To tylko szyja – twierdzi Maradona…
Autor wpisu: Redakcja 27 czerwca 2018 13:07
Po przykrym i niestety żenującym spektaklu, jaki Maradona zaprezentował podczas wczorajszego meczu Argentyny z Nigerią, po tym jak świat obiegły zdjęcia, gdy jest badany po zasłabnięciu – boski Diego uspokaja: „Wszystko jest w porządku”. W porządku to nie jest, ale czy on zdaje sobie w ogóle z tego sprawę?
O tym, że Maradona jest w naprawdę kiepskiej formie, miliony kibiców przekonało się ostatecznie we wtorkowy wieczór, a obrazki z trybun z jego udziałem możecie zobaczyć TUTAJ. Tuż po meczu Diego zasłabł i według pierwszych doniesień został przewieziony do szpitala.
Dziś sam zainteresowany przesłał wiadomość do swoich fanów za pośrednictwem Instagrama.

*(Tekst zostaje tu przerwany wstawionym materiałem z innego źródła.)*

/**
 * Inter-coder agreement on a set of passages, per theme and overall. Each theme is a binary
 * variable: for every passage a coder looked at, the theme is present (the coder applied it) or
 * absent (the coder coded the passage, but not with this theme). A coder who did not look at a
 * passage is missing for it, which only Krippendorff's alpha can take in its stride.
 *
 * Themes are compared as given: a coding of "Workload > Staffing" is not a coding of "Workload".
 * A caller that wants agreement on a parent theme to include its sub-themes passes codings
 * expanded to their ancestors.
 */

import { krippendorffAlpha } from './alpha.js';
import { AGREEMENT_CAUTION, KRIPPENDORFF_SOURCE, LANDIS_KOCH_SOURCE, agreementBand, alphaGuidance, type AlphaGuidance, type Band } from './bands.js';
import { undefinedBecause, type Coefficient } from './coefficient.js';
import { fleissFromRows } from './fleiss.js';
import { cohensKappa } from './kappa.js';

export { percentAgreement, cohensKappa, type KappaResult } from './kappa.js';
export { krippendorffAlpha, type AlphaLevel, type AlphaResult } from './alpha.js';
export { fleissKappa, fleissFromRows, type FleissResult } from './fleiss.js';
export {
  AGREEMENT_CAUTION,
  CIRCULARITY_NOTE,
  KRIPPENDORFF_GUIDANCE,
  KRIPPENDORFF_SOURCE,
  LANDIS_KOCH_BANDS,
  LANDIS_KOCH_SOURCE,
  agreementBand,
  alphaGuidance,
  type AlphaGuidance,
  type Band,
} from './bands.js';
export type { Coefficient, Label } from './coefficient.js';

export interface CodingRecord {
  coder: string;
  passageId: string;
  themeId: string;
}

/** A coder looked at a passage (whether or not they coded it with any theme). */
export interface CodedRecord {
  coder: string;
  passageId: string;
}

export interface AgreementInput {
  passages: readonly string[];
  coders: readonly string[];
  themes: readonly string[];
  codings: readonly CodingRecord[];
  /** Which coder looked at which passage. A coding implies its coder looked at the passage. */
  coded: readonly CodedRecord[];
}

/** Kappa with its Landis and Koch band. */
export interface BandedCoefficient extends Coefficient {
  band: Band['label'] | null;
}

/** Alpha with Krippendorff's own guidance (at least 0.800; 0.667 for tentative conclusions). */
export interface GuidedCoefficient extends Coefficient {
  guidance: AlphaGuidance['label'] | null;
}

/** A passage on which the coders who reviewed it differ about one theme. */
export interface Disagreement {
  theme_id: string;
  passage_id: string;
  /** Coders who applied the theme, and coders who reviewed the passage without applying it. */
  applied_by: string[];
  not_by: string[];
}

export interface AgreementFigures {
  /** Units (passages, or passage-theme pairs when pooled) that two or more coders looked at. */
  units: number;
  /**
   * Share of agreeing coder pairs among all pairs of coders who both looked at a unit, pooled
   * over units; with two coders, the plain share of units on which they agree.
   */
  percentAgreement: number | null;
  /** Cohen's kappa on the units both coders looked at; null unless there are exactly two coders. */
  kappa: BandedCoefficient;
  /** Krippendorff's alpha, nominal, any number of coders, missing values allowed. */
  alpha: GuidedCoefficient;
  /**
   * Fleiss' kappa (Fleiss 1971) for all the coders together, on the units every one of them
   * reviewed (`units` here): it needs the same coders on every unit. With two coders it is
   * Scott's pi; Cohen's kappa is the two-coder figure shown.
   */
  fleiss: BandedCoefficient & { units: number };
}

/** Two coders of several, on the passages both reviewed. */
export interface PairAgreement {
  coders: [string, string];
  /** Participant passages both reviewed. */
  passages: number;
  /** Over every passage-theme pair of those passages. */
  percent_agreement: number | null;
  kappa: BandedCoefficient;
  alpha: GuidedCoefficient;
  /** The unweighted mean of the per-theme Cohen's kappas that are defined, and over how many themes. */
  mean_kappa: number | null;
  themes_in_mean_kappa: number;
}

export interface ThemeAgreement extends AgreementFigures {
  themeId: string;
  /** Present values: how many (coder, passage) pairs carry this theme among the units. */
  present: number;
}

export interface MeanOfThemes {
  /** Unweighted mean over the themes whose figure is defined; null when none is. */
  percentAgreement: number | null;
  kappa: number | null;
  alpha: number | null;
  /** How many themes each mean is taken over. */
  themesInPercentAgreement: number;
  themesInKappa: number;
  themesInAlpha: number;
  fleiss: number | null;
  themes_in_fleiss: number;
}

export interface AgreementReport {
  coders: string[];
  /** Passages given / passages that two or more coders looked at. */
  passages: number;
  pairablePassages: number;
  themes: ThemeAgreement[];
  /**
   * Every (passage, theme) pair as one binary unit. It weighs every theme equally per passage,
   * and so rewards the many joint "absent" values of rare themes: percent agreement pooled this
   * way runs high. Kappa and alpha correct for that through the chance term, but read it beside
   * the per-theme figures and their mean.
   */
  pooled: AgreementFigures;
  /** The mean of the per-theme figures: each theme counts once, however often it is used. */
  meanOfThemes: MeanOfThemes;
  /** Every pair of coders, each on the passages both reviewed; empty with fewer than three coders. */
  pairwise: PairAgreement[];
  /** Codings naming a passage, coder or theme outside the input lists; they are left out. */
  ignoredCodings: number;
  /** Every passage and theme on which the coders differ: what the team discusses. */
  disagreements: Disagreement[];
  /** Landis and Koch, for kappa's bands. */
  bandsSource: string;
  /** Krippendorff, for alpha's guidance. */
  guidance_source: string;
  caution: string;
}

type Binary = 0 | 1 | null;

function banded(c: Coefficient): BandedCoefficient {
  return { value: c.value, reason: c.reason, band: agreementBand(c.value) };
}

function guided(c: Coefficient): GuidedCoefficient {
  return { value: c.value, reason: c.reason, guidance: alphaGuidance(c.value) };
}

/** Figures for one binary variable given as rows[coder][unit]. */
function figures(rows: Binary[][]): AgreementFigures {
  const nUnits = rows.length > 0 ? rows[0]!.length : 0;
  let units = 0;
  let pairs = 0;
  let agreeing = 0;
  for (let u = 0; u < nUnits; u++) {
    let ones = 0;
    let zeros = 0;
    for (const row of rows) {
      const v = row[u];
      if (v === 1) ones++;
      else if (v === 0) zeros++;
    }
    const m = ones + zeros;
    if (m < 2) continue;
    units++;
    pairs += (m * (m - 1)) / 2;
    agreeing += (ones * (ones - 1)) / 2 + (zeros * (zeros - 1)) / 2;
  }
  let kappa: Coefficient;
  if (rows.length !== 2) {
    kappa = undefinedBecause(`Cohen's kappa is for exactly two coders (here ${rows.length}); see Fleiss' kappa, Krippendorff's alpha and the pairwise table`);
  } else {
    const a: number[] = [];
    const b: number[] = [];
    const [ra, rb] = rows as [Binary[], Binary[]];
    for (let u = 0; u < nUnits; u++) {
      if (ra[u] !== null && rb[u] !== null) {
        a.push(ra[u]!);
        b.push(rb[u]!);
      }
    }
    kappa = cohensKappa(a, b);
  }
  return {
    units,
    percentAgreement: pairs > 0 ? agreeing / pairs : null,
    kappa: banded(kappa),
    alpha: guided(krippendorffAlpha(rows, 'nominal')),
    fleiss: fleissFigure(rows),
  };
}

function fleissFigure(rows: Binary[][]): BandedCoefficient & { units: number } {
  const f = fleissFromRows(rows);
  return { ...banded(f), units: f.units };
}

function mean(values: (number | null)[]): [number | null, number] {
  const got = values.filter((v): v is number => v !== null);
  return [got.length > 0 ? got.reduce((s, v) => s + v, 0) / got.length : null, got.length];
}

export function agreementReport(input: AgreementInput): AgreementReport {
  const passageIndex = new Map(input.passages.map((p, i) => [p, i]));
  const coderIndex = new Map(input.coders.map((c, i) => [c, i]));
  const themeIndex = new Map(input.themes.map((t, i) => [t, i]));
  const P = input.passages.length;
  const T = input.themes.length;
  const C = input.coders.length;

  // looked[c][p]: coder c looked at passage p; has[c] holds p * T + t for every coding.
  const looked = input.coders.map(() => new Uint8Array(P));
  const has = input.coders.map(() => new Set<number>());
  for (const r of input.coded) {
    const c = coderIndex.get(r.coder);
    const p = passageIndex.get(r.passageId);
    if (c !== undefined && p !== undefined) looked[c]![p] = 1;
  }
  let ignoredCodings = 0;
  for (const r of input.codings) {
    const c = coderIndex.get(r.coder);
    const p = passageIndex.get(r.passageId);
    const t = themeIndex.get(r.themeId);
    if (c === undefined || p === undefined || t === undefined) {
      ignoredCodings++;
      continue;
    }
    looked[c]![p] = 1;
    has[c]!.add(p * T + t);
  }

  // Only passages two or more coders looked at can show agreement; the rest are left out early.
  const pairable: number[] = [];
  for (let p = 0; p < P; p++) {
    let m = 0;
    for (let c = 0; c < C; c++) m += looked[c]![p]!;
    if (m >= 2) pairable.push(p);
  }

  const value = (c: number, p: number, t: number): Binary => (looked[c]![p] ? (has[c]!.has(p * T + t) ? 1 : 0) : null);

  const disagreements: Disagreement[] = [];
  const themes: ThemeAgreement[] = input.themes.map((themeId, t) => {
    const rows = input.coders.map((_, c) => pairable.map((p) => value(c, p, t)));
    pairable.forEach((p, u) => {
      const applied: string[] = [];
      const not: string[] = [];
      rows.forEach((row, c) => {
        if (row[u] === 1) applied.push(input.coders[c]!);
        else if (row[u] === 0) not.push(input.coders[c]!);
      });
      if (applied.length && not.length) disagreements.push({ theme_id: themeId, passage_id: input.passages[p]!, applied_by: applied, not_by: not });
    });
    let present = 0;
    for (const row of rows) for (const v of row) if (v === 1) present++;
    return { themeId, present, ...figures(rows) };
  });

  const pooledRows = input.coders.map((_, c) => {
    const row: Binary[] = [];
    for (const p of pairable) for (let t = 0; t < T; t++) row.push(value(c, p, t));
    return row;
  });

  const [pa, nPa] = mean(themes.map((t) => t.percentAgreement));
  const [ka, nKa] = mean(themes.map((t) => t.kappa.value));
  const [al, nAl] = mean(themes.map((t) => t.alpha.value));
  const [fl, nFl] = mean(themes.map((t) => t.fleiss.value));

  const pairwise: PairAgreement[] = [];
  if (C >= 3) {
    for (let i = 0; i < C; i++) {
      for (let j = i + 1; j < C; j++) {
        const both = pairable.filter((p) => looked[i]![p] && looked[j]![p]);
        const pair = [i, j];
        const perTheme = input.themes.map((_, t) => figures(pair.map((c) => both.map((p) => value(c, p, t)))));
        const pooled = figures(pair.map((c) => both.flatMap((p) => input.themes.map((_, t) => value(c, p, t)))));
        const [mk, nk] = mean(perTheme.map((f) => f.kappa.value));
        pairwise.push({
          coders: [input.coders[i]!, input.coders[j]!],
          passages: both.length,
          percent_agreement: pooled.percentAgreement,
          kappa: pooled.kappa,
          alpha: pooled.alpha,
          mean_kappa: mk,
          themes_in_mean_kappa: nk,
        });
      }
    }
  }

  return {
    coders: [...input.coders],
    passages: P,
    pairablePassages: pairable.length,
    themes,
    pooled: figures(pooledRows),
    meanOfThemes: {
      percentAgreement: pa,
      kappa: ka,
      alpha: al,
      themesInPercentAgreement: nPa,
      themesInKappa: nKa,
      themesInAlpha: nAl,
      fleiss: fl,
      themes_in_fleiss: nFl,
    },
    pairwise,
    ignoredCodings,
    disagreements,
    bandsSource: LANDIS_KOCH_SOURCE,
    guidance_source: KRIPPENDORFF_SOURCE,
    caution: AGREEMENT_CAUTION,
  };
}
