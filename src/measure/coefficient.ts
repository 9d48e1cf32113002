/**
 * A chance-corrected coefficient that can be undefined. Kappa and alpha divide by the agreement
 * (or disagreement) expected by chance, which is zero when the data show no variation: then the
 * value is null and `reason` says why, so that no NaN reaches a report or a JSON file.
 */
export interface Coefficient {
  value: number | null;
  /** Why `value` is null; null whenever `value` is a number. */
  reason: string | null;
}

export function defined(value: number): Coefficient {
  return { value, reason: null };
}

export function undefinedBecause(reason: string): Coefficient {
  return { value: null, reason };
}

/** A label a coder gave a unit (a theme id, a category, or 0/1 for absent/present). */
export type Label = string | number;
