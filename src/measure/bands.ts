/** Words for the size of a kappa or alpha, and the caution that goes with every agreement figure. */

export interface Band {
  label: 'poor' | 'slight' | 'fair' | 'moderate' | 'substantial' | 'almost perfect';
  /** The range as Landis and Koch print it. */
  range: string;
  /** Upper bound: exclusive for 'poor' (values below 0), inclusive for the others. */
  upTo: number;
}

/**
 * Landis and Koch's benchmarks. Their table is printed to two decimals; for values in between,
 * each band runs up to and including its printed upper bound (0.205 is fair), and 0 is slight.
 */
export const LANDIS_KOCH_BANDS: readonly Band[] = [
  { label: 'poor', range: '< 0.00', upTo: 0 },
  { label: 'slight', range: '0.00-0.20', upTo: 0.2 },
  { label: 'fair', range: '0.21-0.40', upTo: 0.4 },
  { label: 'moderate', range: '0.41-0.60', upTo: 0.6 },
  { label: 'substantial', range: '0.61-0.80', upTo: 0.8 },
  { label: 'almost perfect', range: '0.81-1.00', upTo: 1 },
];

// Bibliographic details recalled from memory.
export const LANDIS_KOCH_SOURCE =
  'Landis, J. R., & Koch, G. G. (1977). The measurement of observer agreement for categorical data. Biometrics, 33(1), 159-174.';

/** The band of a kappa or alpha; null for an undefined coefficient. */
export function agreementBand(value: number | null): Band['label'] | null {
  if (value === null || Number.isNaN(value)) return null;
  if (value < 0) return 'poor';
  // A hair of tolerance: 0.6 computed as 0.6000000000000001 is still on the printed bound.
  for (const band of LANDIS_KOCH_BANDS.slice(1)) if (value <= band.upTo + 1e-12) return band.label;
  return 'almost perfect'; // above 1 only through rounding
}

export const AGREEMENT_CAUTION =
  'Agreement figures support, but do not replace, the team\'s discussion of the passages on which ' +
  'coders disagreed: what each coder understood by the theme, and whether its definition needs ' +
  'revising. The bands are conventions, not tests, and a rare theme can show low kappa with high ' +
  'percent agreement.';
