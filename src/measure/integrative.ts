/**
 * How an integrative theme runs across the template: for each integrative theme, the passages
 * coded to it (or its sub-themes), and how many of them also carry each top-level theme (or any
 * theme under it). Pure: the template and the current codings in, counts out.
 */
import { walk } from '../template/paths.js';
import type { Template } from '../template/types.js';

export interface AcrossCount {
  theme_id: string;
  /** The top-level theme's name. */
  name: string;
  /** Passages of the integrative theme also coded to this top-level theme's branch. */
  passages: number;
}

export interface IntegrativeCoverage {
  theme_id: string;
  name: string;
  /** Passages coded to the integrative theme or its sub-themes (each once). */
  passages: number;
  /** Every non-integrative top-level theme, in template order, with its count (0 included). */
  across: AcrossCount[];
  /** How many top-level themes it touches (count above 0). */
  touches: number;
}

export function integrativeCoverage(template: Template, codings: readonly { passageId: string; themeId: string }[]): IntegrativeCoverage[] {
  // Each theme's top-level ancestor.
  const rootOf = new Map<string, string>();
  for (const e of walk(template)) rootOf.set(e.node.id, e.parent ? rootOf.get(e.parentId!)! : e.node.id);
  const byRoot = new Map<string, Set<string>>();
  for (const c of codings) {
    const r = rootOf.get(c.themeId);
    if (!r) continue; // a retired theme
    (byRoot.get(r) ?? byRoot.set(r, new Set()).get(r)!).add(c.passageId);
  }
  const plain = template.roots.filter((r) => !r.integrative);
  return template.roots
    .filter((r) => r.integrative)
    .map((x) => {
      const mine = byRoot.get(x.id) ?? new Set<string>();
      const across = plain.map((t) => {
        const theirs = byRoot.get(t.id) ?? new Set<string>();
        let n = 0;
        for (const p of mine) if (theirs.has(p)) n++;
        return { theme_id: t.id, name: t.name, passages: n };
      });
      return { theme_id: x.id, name: x.name, passages: mine.size, across, touches: across.filter((a) => a.passages > 0).length };
    });
}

– Chcę powiedzieć wszystkim, że mam się dobrze. W trakcie spotkania bolała mnie szyja. Miałem dekompensację (załamanie równowagi – red.). W przerwie zostałem zbadany przez lekarza, który sugerował mi wrócić do hotelu. Nie mogłem jednak wyjść ze stadionu. Miałem nie obejrzeć tego meczu do końca? Dziękuję wszystkim za wsparcie i wysyłam wam pocałunek.
Wbrew początkowym informacjom Maradona nie trafił do szpitala, a pomoc została mu udzielona jeszcze na stadionie.
Jedno jest pewno – cokolwiek dolega Maradonie, szyja jest akurat jego najmniejszym problemem… I żeby nie odzierać go z resztek boskości (i godności), jeszcze raz apelujemy, by mecz z Francją oglądał przed telewizorem.